Había cortado a Dina Ybañez, una amiga, desde su ombligo hasta el esternón.
Hernández estaba viviendo en el garaje de Ybañez, cuidando a sus niños durante el día. En una pelea, dijo Ybañez a la policía, Hernández sacó un cuchillo del bolsillo trasero y la atacó. Huyó, pero fue arrestado cerca del lugar, con sus pantalones ensangrentados.
"Me dijo que me iba a matar", dijo Ybañez en una entrevista hace poco, "porque él no dejaba vivas a sus víctimas".
Hernández se declaró culpable de la agresión y fue sentenciado a diez años de cárcel. Cumplió menos de dos años, fue dejado en libertad condicional y volvió a Corpus Christi.
Hernández volvió a la cárcel por última vez en 1996, después de que agrediera a un hombre. Cuando la policía lo detuvo, llevaba dos navajas.

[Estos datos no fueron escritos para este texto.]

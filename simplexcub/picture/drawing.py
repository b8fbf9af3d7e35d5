"""Which picture a rule gets. The only module of this room that others load, and only when there is matplotlib."""

from __future__ import annotations

from collections.abc import Sequence

from simplexcub.errors import InputError
from simplexcub.picture import convergence, line, profile, style, tetrahedron, triangle
from simplexcub.picture.errors import Error
from simplexcub.rule import Rule

_PAINTERS = {2: line, 3: triangle, 4: tetrahedron}


def rule_picture(rule: Rule, kind: str, *, dpi: int) -> bytes:
    """The picture of a rule as the bytes of a file."""
    if rule.measure.N < 2:
        raise InputError("a picture must be of at least two components", rule.measure.N)
    painter = _PAINTERS.get(rule.measure.N, profile)
    width, height = painter.SIZE
    return style.drawn(width, height, kind, lambda figure: painter.paint(figure, rule), dpi=dpi)


def convergence_picture(errors: Sequence[Error], title: str, kind: str, *, spread: float) -> bytes:
    """The picture of errors against degree and nodes as the bytes of a file."""
    width, height = convergence.SIZE
    return style.drawn(width, height, kind, lambda figure: convergence.paint(figure, errors, title, spread=spread))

Nunca volvió a salir de la cárcel. Años de abuso de la bebida le pasarían la cuenta en la primavera de 1999, a los 44. Con cirrosis, fue confinado a una cárcel hospital en las afueras de Texarkana.
Murió en la noche del 6 de mayo de 1999 y su cuerpo fue enterrado en el cementerio de reclusos de Huntsville. Su madre no se llevó al ataúd a casa.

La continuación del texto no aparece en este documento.